TASK: If a line of the records holds the word "with", copy it out.

MATERIAL FOR THIS TASK:
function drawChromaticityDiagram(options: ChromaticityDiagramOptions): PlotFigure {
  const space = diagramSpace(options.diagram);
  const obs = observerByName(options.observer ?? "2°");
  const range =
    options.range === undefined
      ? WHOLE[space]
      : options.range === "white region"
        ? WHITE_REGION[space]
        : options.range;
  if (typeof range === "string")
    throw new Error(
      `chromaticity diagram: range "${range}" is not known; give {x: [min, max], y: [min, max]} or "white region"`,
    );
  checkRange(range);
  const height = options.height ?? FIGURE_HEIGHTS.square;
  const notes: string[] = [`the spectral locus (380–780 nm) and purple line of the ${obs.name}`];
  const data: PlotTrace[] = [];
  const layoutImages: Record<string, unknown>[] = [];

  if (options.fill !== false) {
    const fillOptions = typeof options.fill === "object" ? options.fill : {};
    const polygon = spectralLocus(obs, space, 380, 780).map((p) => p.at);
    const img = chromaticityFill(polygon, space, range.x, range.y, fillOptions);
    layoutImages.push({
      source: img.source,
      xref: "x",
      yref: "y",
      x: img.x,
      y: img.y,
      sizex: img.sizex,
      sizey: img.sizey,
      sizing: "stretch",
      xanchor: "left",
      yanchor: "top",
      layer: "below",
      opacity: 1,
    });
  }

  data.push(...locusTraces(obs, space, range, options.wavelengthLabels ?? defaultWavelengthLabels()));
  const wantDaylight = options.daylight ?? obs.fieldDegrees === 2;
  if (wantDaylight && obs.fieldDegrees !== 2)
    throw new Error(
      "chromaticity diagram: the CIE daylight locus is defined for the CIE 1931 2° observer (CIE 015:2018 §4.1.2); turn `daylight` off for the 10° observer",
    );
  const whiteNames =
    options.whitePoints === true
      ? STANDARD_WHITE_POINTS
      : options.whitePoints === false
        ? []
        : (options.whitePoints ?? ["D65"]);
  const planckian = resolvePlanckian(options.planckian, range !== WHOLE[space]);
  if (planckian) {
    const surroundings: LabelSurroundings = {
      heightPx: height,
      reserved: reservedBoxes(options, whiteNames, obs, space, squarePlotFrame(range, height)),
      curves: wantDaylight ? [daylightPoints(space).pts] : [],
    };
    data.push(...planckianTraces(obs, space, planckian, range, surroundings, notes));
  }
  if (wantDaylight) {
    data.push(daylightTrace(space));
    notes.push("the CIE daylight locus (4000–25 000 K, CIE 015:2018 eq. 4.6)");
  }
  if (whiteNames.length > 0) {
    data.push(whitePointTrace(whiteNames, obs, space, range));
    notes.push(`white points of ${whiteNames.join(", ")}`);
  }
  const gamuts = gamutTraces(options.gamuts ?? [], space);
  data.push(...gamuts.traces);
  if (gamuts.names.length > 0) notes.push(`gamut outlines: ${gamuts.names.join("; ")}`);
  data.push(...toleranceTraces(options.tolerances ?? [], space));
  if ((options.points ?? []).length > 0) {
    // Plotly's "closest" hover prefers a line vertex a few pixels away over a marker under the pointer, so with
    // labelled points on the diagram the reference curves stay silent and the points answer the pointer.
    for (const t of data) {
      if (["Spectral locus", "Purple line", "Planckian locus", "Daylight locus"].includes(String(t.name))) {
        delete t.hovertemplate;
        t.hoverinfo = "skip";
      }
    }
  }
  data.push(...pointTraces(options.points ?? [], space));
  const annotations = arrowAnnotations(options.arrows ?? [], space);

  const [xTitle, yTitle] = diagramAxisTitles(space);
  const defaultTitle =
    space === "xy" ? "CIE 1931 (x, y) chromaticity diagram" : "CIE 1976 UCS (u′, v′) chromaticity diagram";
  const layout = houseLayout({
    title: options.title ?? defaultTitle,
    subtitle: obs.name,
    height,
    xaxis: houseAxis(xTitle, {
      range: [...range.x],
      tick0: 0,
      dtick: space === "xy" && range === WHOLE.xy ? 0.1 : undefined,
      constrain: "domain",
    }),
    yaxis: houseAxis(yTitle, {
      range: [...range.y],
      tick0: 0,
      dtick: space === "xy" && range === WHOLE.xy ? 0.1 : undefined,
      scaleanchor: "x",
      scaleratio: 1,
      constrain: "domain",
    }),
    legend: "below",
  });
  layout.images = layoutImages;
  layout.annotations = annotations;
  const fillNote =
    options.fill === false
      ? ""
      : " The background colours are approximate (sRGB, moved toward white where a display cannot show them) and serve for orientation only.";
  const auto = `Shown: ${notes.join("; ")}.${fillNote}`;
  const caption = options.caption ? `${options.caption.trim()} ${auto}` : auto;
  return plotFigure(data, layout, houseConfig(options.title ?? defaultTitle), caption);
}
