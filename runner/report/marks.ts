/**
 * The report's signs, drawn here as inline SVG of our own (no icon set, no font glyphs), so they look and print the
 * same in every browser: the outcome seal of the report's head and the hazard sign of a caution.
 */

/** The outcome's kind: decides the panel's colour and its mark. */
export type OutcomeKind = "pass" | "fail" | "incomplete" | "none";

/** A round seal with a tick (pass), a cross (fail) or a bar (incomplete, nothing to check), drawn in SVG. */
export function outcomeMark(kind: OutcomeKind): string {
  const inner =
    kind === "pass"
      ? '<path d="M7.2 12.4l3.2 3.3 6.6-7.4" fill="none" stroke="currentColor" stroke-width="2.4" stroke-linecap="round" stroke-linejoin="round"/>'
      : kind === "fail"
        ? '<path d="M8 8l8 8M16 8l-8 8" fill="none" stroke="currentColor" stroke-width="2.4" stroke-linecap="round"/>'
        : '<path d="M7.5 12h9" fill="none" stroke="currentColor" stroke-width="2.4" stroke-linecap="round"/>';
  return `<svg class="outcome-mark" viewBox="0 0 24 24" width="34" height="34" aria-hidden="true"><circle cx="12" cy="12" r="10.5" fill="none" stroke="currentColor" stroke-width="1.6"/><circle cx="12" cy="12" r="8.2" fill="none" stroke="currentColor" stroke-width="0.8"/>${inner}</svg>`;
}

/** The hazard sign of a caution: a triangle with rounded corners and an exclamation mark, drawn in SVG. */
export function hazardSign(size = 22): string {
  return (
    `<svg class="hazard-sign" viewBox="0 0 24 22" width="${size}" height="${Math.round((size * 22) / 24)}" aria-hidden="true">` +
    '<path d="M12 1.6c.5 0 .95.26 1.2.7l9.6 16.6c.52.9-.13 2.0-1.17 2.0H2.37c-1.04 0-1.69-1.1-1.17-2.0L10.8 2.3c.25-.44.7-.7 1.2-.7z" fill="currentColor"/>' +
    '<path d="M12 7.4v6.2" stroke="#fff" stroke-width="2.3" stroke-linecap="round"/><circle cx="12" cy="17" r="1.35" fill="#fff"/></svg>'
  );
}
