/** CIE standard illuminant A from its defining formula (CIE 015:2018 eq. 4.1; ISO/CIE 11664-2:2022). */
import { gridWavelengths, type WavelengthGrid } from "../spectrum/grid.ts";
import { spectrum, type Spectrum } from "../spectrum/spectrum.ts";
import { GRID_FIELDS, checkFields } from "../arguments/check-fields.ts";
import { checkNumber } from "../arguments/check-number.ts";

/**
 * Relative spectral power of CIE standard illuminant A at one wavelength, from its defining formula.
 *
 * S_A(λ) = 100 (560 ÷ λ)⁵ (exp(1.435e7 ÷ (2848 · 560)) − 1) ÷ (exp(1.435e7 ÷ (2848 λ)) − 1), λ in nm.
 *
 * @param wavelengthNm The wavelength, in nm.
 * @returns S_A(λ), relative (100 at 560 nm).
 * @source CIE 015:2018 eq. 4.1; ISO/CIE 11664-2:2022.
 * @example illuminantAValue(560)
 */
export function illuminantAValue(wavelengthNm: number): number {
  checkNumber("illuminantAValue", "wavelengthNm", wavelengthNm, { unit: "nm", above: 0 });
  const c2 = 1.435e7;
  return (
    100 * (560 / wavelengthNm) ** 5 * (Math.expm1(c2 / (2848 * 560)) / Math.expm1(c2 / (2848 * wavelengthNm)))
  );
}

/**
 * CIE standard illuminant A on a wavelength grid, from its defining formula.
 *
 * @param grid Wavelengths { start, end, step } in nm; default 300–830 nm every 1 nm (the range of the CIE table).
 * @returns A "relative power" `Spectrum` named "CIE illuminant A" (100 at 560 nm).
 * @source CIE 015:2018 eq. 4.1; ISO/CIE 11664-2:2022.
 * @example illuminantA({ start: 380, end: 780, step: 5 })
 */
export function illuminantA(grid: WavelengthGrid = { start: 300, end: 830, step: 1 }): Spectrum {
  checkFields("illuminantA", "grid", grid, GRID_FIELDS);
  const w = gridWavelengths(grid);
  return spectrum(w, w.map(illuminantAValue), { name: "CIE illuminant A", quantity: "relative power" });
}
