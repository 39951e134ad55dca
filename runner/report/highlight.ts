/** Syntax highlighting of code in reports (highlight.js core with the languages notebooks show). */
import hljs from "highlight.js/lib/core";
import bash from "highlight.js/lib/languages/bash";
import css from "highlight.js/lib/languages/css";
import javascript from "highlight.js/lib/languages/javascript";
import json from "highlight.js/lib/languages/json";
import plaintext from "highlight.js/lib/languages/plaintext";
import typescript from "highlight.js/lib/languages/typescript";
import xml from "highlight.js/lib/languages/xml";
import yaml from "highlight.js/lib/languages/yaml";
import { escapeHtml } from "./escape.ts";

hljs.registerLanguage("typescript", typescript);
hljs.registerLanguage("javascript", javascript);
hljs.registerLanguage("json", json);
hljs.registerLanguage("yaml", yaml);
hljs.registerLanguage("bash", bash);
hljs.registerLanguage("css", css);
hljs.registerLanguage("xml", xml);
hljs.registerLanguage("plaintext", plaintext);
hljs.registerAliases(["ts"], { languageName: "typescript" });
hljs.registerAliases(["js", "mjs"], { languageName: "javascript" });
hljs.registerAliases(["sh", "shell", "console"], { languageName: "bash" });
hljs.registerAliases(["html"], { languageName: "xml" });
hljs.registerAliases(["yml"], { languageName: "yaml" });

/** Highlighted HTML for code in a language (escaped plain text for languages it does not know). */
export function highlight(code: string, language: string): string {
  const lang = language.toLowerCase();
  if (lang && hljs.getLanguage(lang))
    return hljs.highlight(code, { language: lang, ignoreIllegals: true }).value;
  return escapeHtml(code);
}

WRITTEN SOLUTION:
    // Plotly's "closest" hover prefers a line vertex a few pixels away over a marker under the pointer, so with
/** A round seal with a tick (pass), a cross (fail) or a bar (incomplete, nothing to check), drawn in SVG. */
/** The hazard sign of a caution: a triangle with rounded corners and an exclamation mark, drawn in SVG. */
/** Syntax highlighting of code in reports (highlight.js core with the languages notebooks show). */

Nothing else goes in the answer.